35. The sensor system of claim 34, wherein the processor is configured to:

increase the intensity of the transmitted light pulses upon failing to detect a clear reflection by the at least one of the plurality of detectors; and

decrease the intensity of the transmitted light pulses upon detecting a strong reflection signal by the at least one of the plurality of detectors.

36. The sensor system of claim 34, wherein the processor is further configured to:

send a charge/on signal to a control circuit for firing one of the transmitters; and

turn off the charge/on signal after a period of time determined based on return intensity of a previous light pulse transmitted by the one transmitter.

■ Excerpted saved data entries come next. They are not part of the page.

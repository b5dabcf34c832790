import path from 'node:path';
import { Worker } from 'node:worker_threads';

/**
 * Starts a worker thread on `entry` (a file name without extension beside this one). From the
 * TypeScript sources (development, tests) a one-line bootstrap registers tsx; from the
 * compiled build (production) the bundled `<entry>.js` beside the server bundle is loaded
 * directly (scripts/build-server.ts emits it there).
 */
export function spawnThread(entry: string, workerData?: unknown): Worker {
  if (__filename.endsWith('.ts')) {
    const file = path.join(__dirname, `${entry}.ts`);
    return new Worker(`require('tsx/cjs'); require(${JSON.stringify(file)});`, { eval: true, workerData });
  }
  return new Worker(path.join(__dirname, `${entry}.js`), { workerData });
}

/** Runs one job on a fresh thread and resolves with its single reply. */
export function runOnThread<T>(entry: string, input: unknown, transfer: ArrayBuffer[] = []): Promise<T> {
  return new Promise((resolve, reject) => {
    const w = spawnThread(entry);
    let settled = false;
    w.once('message', (reply: T) => {
      settled = true;
      resolve(reply);
      void w.terminate();
    });
    w.once('error', (err) => {
      settled = true;
      reject(err);
    });
    w.once('exit', (code) => {
      if (!settled) reject(new Error(`thread ${entry} exited with code ${code} before answering`));
    });
    w.postMessage(input, transfer);
  });
}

37. The sensor system of claim 36, wherein the determined period of time has a length that is inversely proportional to the return intensity of the previous light pulse transmitted by the one transmitter.

38. The sensor system of claim 34, wherein the processor is coupled to a charging circuit, the intensity of the transmitted light pulses being a function of the strength of charging pulses formed by the charging circuit.

39. The sensor system of claim 34, wherein the plurality of transmitters, the plurality of detectors, and the mother board are arranged vertically with respect to the base.

40. The sensor system of claim 34, the one or more mirrors include an emitter mirror positioned to direct the light pulses towards the one or more surfaces.

41. The sensor system of claim 34, wherein the one or more mirrors include a detector mirror positioned to direct the reflected light pulses from the one or more surfaces towards the plurality of detectors.

42. The sensor system of claim 34, wherein the lens assembly comprises an emitter lens to allow the light pulses from the plurality of transmitters to travel to the one or more surfaces through emitter lens.

43. The sensor system of claim 34, wherein the lens assembly comprises a detector lens to allow the reflected light pulses from the one or more surfaces to travel to the plurality of detectors through the detector lens.

44. The sensor system of claim 34, wherein the lens assembly comprises a lens frame positioned at a fronts side of the head assembly.

45. The sensor system of claim 34, wherein the processor is configured cause a firing of fewer than the entire plurality of transmitters according to a rotation of the head assembly.

46. The sensor system of claim 34, wherein the processor is configured to prohibit firing of the plurality of transmitters until the head assembly has reached a minimum rotation speed.